Once I had Windows 11 installed, it generally met my expectations of being an unnecessary pain in the ass. I mean, Windows upgrades have been useless for over a decade, so it didn’t disappoint. Some features had been shuffled around. There were a few minor esthetic alterations to no functional end. There were more processes going on that had nothing to do with the primary one and did nothing but make my CPU chug. These little byte hogs ran in the background, mostly collecting and sending user data back to the mothership. Most were user surveillance services and executables that couldn’t be disabled without negatively impacting the operating system.
The upgrade included a lot of superfluous activity that in tech jargon is called bloat. The ostensible reason for the bloat, according to Microsoft, was to “improve your experience.” Though my only experience was a slower processor, which I can’t qualify as an improvement. The company maintains that its upgrades offer increased functionality. But that’s just guff, because the demand for increased functionality ceased to exist long ago.

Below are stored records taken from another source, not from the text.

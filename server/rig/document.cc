// SPDX-License-Identifier: Apache-2.0
// Builds the tree from yaml-cpp's events instead of its own tree: only the events show keys given twice, tags
// and quotes, and the handler can stop the parser before nesting uses up the stack.
#include "rig/document.h"

#include <yaml-cpp/eventhandler.h>
#include <yaml-cpp/exceptions.h>
#include <yaml-cpp/parser.h>

#include <algorithm>
#include <array>
#include <charconv>
#include <exception>
#include <sstream>
#include <unordered_map>
#include <utility>

#include "rig/utf8.h"

namespace steelyard::rig {
namespace {

Place place_of(const YAML::Mark& mark) { return {mark.line + 1, mark.column + 1}; }

/// Thrown through the parser to end it; the reason has been added to the problems.
struct Stop {};

class Builder final : public YAML::EventHandler {
 public:
  explicit Builder(Problems& problems) : problems_(problems) {}

  Node take() { return std::move(top_); }

  void OnDocumentStart(const YAML::Mark& mark) override {
    if (std::exchange(started_, true)) stop(mark, "is the start of a second document; only one is allowed");
  }
  void OnDocumentEnd() override {}
  void OnAlias(const YAML::Mark& mark, YAML::anchor_t /*anchor*/) override {
    stop(mark, "is an alias (*); write the value out");
  }
  void OnNull(const YAML::Mark& mark, YAML::anchor_t anchor) override {
    refuse(mark, "", anchor);
    if (wants_key()) stop(mark, "is an empty key; a key is a name");
    attach(make(Node::Kind::kEmpty, mark));
  }
  void OnScalar(const YAML::Mark& mark, const std::string& tag, YAML::anchor_t anchor,
                const std::string& value) override {
    refuse(mark, tag, anchor);
    if (wants_key()) {
      open_.back().key = value;
      open_.back().key_at = place_of(mark);
      open_.back().has_key = true;
      return;
    }
    Node node = make(Node::Kind::kScalar, mark);
    node.text = value;
    node.quoted = tag == "!";
    attach(std::move(node));
  }
  void OnSequenceStart(const YAML::Mark& mark, const std::string& tag, YAML::anchor_t anchor,
                       YAML::EmitterStyle::value /*style*/) override {
    open(mark, tag, anchor, Node::Kind::kList);
  }
  void OnSequenceEnd() override { close(); }
  void OnMapStart(const YAML::Mark& mark, const std::string& tag, YAML::anchor_t anchor,
                  YAML::EmitterStyle::value /*style*/) override {
    open(mark, tag, anchor, Node::Kind::kMap);
  }
  void OnMapEnd() override { close(); }

 private:
  /// A list or map whose end has not come yet, and the key read in it whose value has not come yet.
  struct Open {
    Node node;
    std::string key;
    Place key_at;
    bool has_key = false;
  };

  [[noreturn]] void stop(const YAML::Mark& mark, std::string message) {
    problems_.add(place_of(mark), "", std::move(message));
    throw Stop{};
  }

  // yaml-cpp's tags for what has none: "?" for plain values, "!" for quoted ones.
  void refuse(const YAML::Mark& mark, const std::string& tag, YAML::anchor_t anchor) {
    if (anchor != YAML::NullAnchor) stop(mark, "has an anchor (&); write the value out where it is needed");
    if (!tag.empty() && tag != "?" && tag != "!") stop(mark, "has a tag (!); tags mean nothing here");
  }

  [[nodiscard]] bool wants_key() const {
    return !open_.empty() && open_.back().node.is_map() && !open_.back().has_key;
  }

  static Node make(Node::Kind kind, const YAML::Mark& mark) {
    Node node;
    node.kind = kind;
    node.at = place_of(mark);
    return node;
  }

  void open(const YAML::Mark& mark, const std::string& tag, YAML::anchor_t anchor, Node::Kind kind) {
    refuse(mark, tag, anchor);
    if (wants_key()) stop(mark, "is a list or a map as a key; a key is a name");
    if (open_.size() >= kMaxDepth) stop(mark, "is nested more than " + std::to_string(kMaxDepth) + " deep");
    open_.push_back({make(kind, mark), {}, {}, false});
  }

  void close() {
    Node node = std::move(open_.back().node);
    open_.pop_back();
    attach(std::move(node));
  }

  void attach(Node node) {
    if (open_.empty()) {
      top_ = std::move(node);
      return;
    }
    Open& parent = open_.back();
    if (std::exchange(parent.has_key, false)) {
      node.key = std::move(parent.key);
      node.key_at = parent.key_at;
    }
    parent.node.items.push_back(std::move(node));
  }

  Problems& problems_;
  std::vector<Open> open_;
  Node top_;
  bool started_ = false;
};

Place place_of_byte(std::string_view text, std::size_t index) {
  Place at{1, 1};
  for (const char c : text.substr(0, index)) {
    at = c == '\n' ? Place{at.line + 1, 1} : Place{at.line, at.column + 1};
  }
  return at;
}

std::string bad_byte_message(char c) {
  const auto byte = static_cast<unsigned char>(c);
  std::array<char, 2> digits{'0', '0'};
  std::to_chars(digits.data() + (byte < 16 ? 1 : 0), digits.data() + 2, static_cast<int>(byte), 16);
  const std::string name = "byte 0x" + std::string(digits.data(), digits.size());
  if (byte < 0x80) return name + " is a control character; a description is plain text";
  return name + " is not valid UTF-8; save the file as UTF-8";
}

bool is_text(std::string_view text, Problems& problems) {
  if (text.size() > kMaxTextBytes) {
    problems.add({1, 1}, "",
                 "the text has " + std::to_string(text.size()) + " bytes; at most " +
                     std::to_string(kMaxTextBytes) + " are allowed");
    return false;
  }
  if (const auto bad = first_bad_byte(text)) {
    problems.add(place_of_byte(text, *bad), "", bad_byte_message(text[*bad]));
    return false;
  }
  return true;
}

// yaml-cpp stumbles over what a tab did to the indentation without saying so.
std::string tab_hint(std::string_view text, int lines_before) {
  for (int i = 0; i < lines_before; ++i) text.remove_prefix(std::min(text.find('\n'), text.size() - 1) + 1);
  const std::string_view indentation = text.substr(0, text.find_first_not_of(" \t"));
  const bool has_tab = indentation.find('\t') != std::string_view::npos;
  return has_tab ? "; the line is indented with a tab, use spaces" : "";
}

// A second call shows whether more follows. Never a third: yaml-cpp 0.7 finds documents without end in "[],".
std::optional<Node> build(std::string_view text, Problems& problems) {
  Builder builder(problems);
  try {
    std::istringstream stream{std::string(text)};
    YAML::Parser parser(stream);
    if (parser.HandleNextDocument(builder)) parser.HandleNextDocument(builder);
    return builder.take();
  } catch (const Stop&) {
  } catch (const YAML::Exception& error) {
    problems.add(place_of(error.mark), "",
                 "is not valid YAML: " + error.msg + tab_hint(text, error.mark.line));
  } catch (const std::exception& error) {
    problems.add({1, 1}, "", std::string("is not valid YAML: ") + error.what());
  }
  return std::nullopt;
}

// Reports keys given twice and drops all but the first, so that nobody after this sees them.
void drop_repeated_keys(Node& node, const std::string& path, Problems& problems) {
  std::unordered_map<std::string, int> lines;
  const auto is_repeated = [&](const Node& item) {
    const auto [first, is_new] = lines.emplace(item.key, item.key_at.line);
    if (is_new) return false;
    problems.add(item.key_at, join(path, item.key),
                 "is given twice; first in line " + std::to_string(first->second));
    return true;
  };
  if (node.is_map()) std::erase_if(node.items, is_repeated);
  for (Node& item : node.items) {
    drop_repeated_keys(item, node.is_map() ? join(path, item.key) : path, problems);
  }
}

}  // namespace

const Node* Node::find(std::string_view wanted) const {
  for (const Node& item : items) {
    if (item.key == wanted) return &item;
  }
  return nullptr;
}

std::optional<Node> parse_document(std::string_view text, Problems& problems) {
  if (!is_text(text, problems)) return std::nullopt;
  std::optional<Node> top = build(text, problems);
  if (!top) return std::nullopt;
  if (top->kind == Node::Kind::kEmpty) {
    problems.add({1, 1}, "", "is empty; a description has at least rig, response, states and channels");
    return std::nullopt;
  }
  if (!top->is_map()) {
    problems.add(top->at, "", "is not a map of keys and values, such as `rig: basin`");
    return std::nullopt;
  }
  drop_repeated_keys(*top, "", problems);
  return top;
}

std::string_view without_byte_order_mark(std::string_view text) {
  constexpr std::string_view kMark = "\xEF\xBB\xBF";
  return text.starts_with(kMark) ? text.substr(kMark.size()) : text;
}

bool is_json(std::string_view text) {
  const std::size_t first = text.find_first_not_of(" \t\r\n");
  return first != std::string_view::npos && text[first] == '{';
}

}  // namespace steelyard::rig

Perhaps when quantum hits the market and we can control operating systems with our minds there will be a demand for more functionality. But in binary digital computing, the drive-screen-keyboard paradigm is as useful as it gets and will likely remain so for the foreseeable future. It’s also possible that telepathic operating systems may be too costly and invasive for most people to care they exist. You know, people who aren’t rich nerds striving for immortality and only need a computer to do a few basic things.
The technical evolution of the self-filling fountain pen is a good example of a technology that reached its PMU, yet abides. The piston-filling mechanism invented by Theodore Kovacs in 1923 and introduced in the Pelikan 100 was more functional and robust than any filler before it. Companies like Parker, Sheaffer and Conklin struggled to make better fillers, housing them in a variety of iconic models, such as the Parker Vacumatic, the Sheaffer Triumph and the Conklin Nozac. But their filler mechanisms were not as robust and effective as Kovacs’ piston filler. Eventually, the industry ceased trying outdo Kovacs’ design, and the piston filler prevailed as the filling mechanism in most top-shelf fountain pens.

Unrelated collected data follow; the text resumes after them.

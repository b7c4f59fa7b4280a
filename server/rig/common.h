// SPDX-License-Identifier: Apache-2.0
// Groups of channels whose faults may have one cause.
#pragma once

#include "engine/model.h"
#include "rig/laws.h"
#include "rig/values.h"

namespace steelyard::rig {

/// Reads `common` into the model, whose channels are known; what is wrong goes to the context's problems.
void read_common(const Item& item, engine::Model& model, Context& context);

}  // namespace steelyard::rig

In much the same way, Windows has prevailed over other operating systems and become an industry standard. At present, it represents 76% of the personal computing market share, compared with macOS’s 16%. Though Microsoft dominates the personal-computing market, especially the workplace and industrial market, the company has not put the reins on bloat. Its so-called improvements represent no advance in elegance, integrity and robustness. Its esthetic changes, such as rounded corners on application windows and the centering of the Windows function on the task bar serve no functional end. Features that compromise processing speed, like the Antimalware executable, abound. User data collection has expanded in more ways than I care to list. And Microsoft’s dreaded AI chat bot, Copilot, is now integrated with the operating system and proving to be more unpopular than Cortana was. On the web, Copilot accounts for a declining 1.1% of the AI market, while Google’s Gemini accounts for 21.5% and ChatGPT for 64.5%. Evidently, other companies do AI better and users know it.
So why does Microsoft insist on doing more? Would it be too much to ask the company to heed the demand for quality instead of quantity? To stop adding more when all we want is less? After having been threat-baited into installing Windows 11, which has no salient advantage over Windows 10, I’ve found that my fear of getting the upgrade was warranted and my fear of not getting it was not. Which begs the larger question of whether the computer industry is capable of ceasing to do more when more is useless.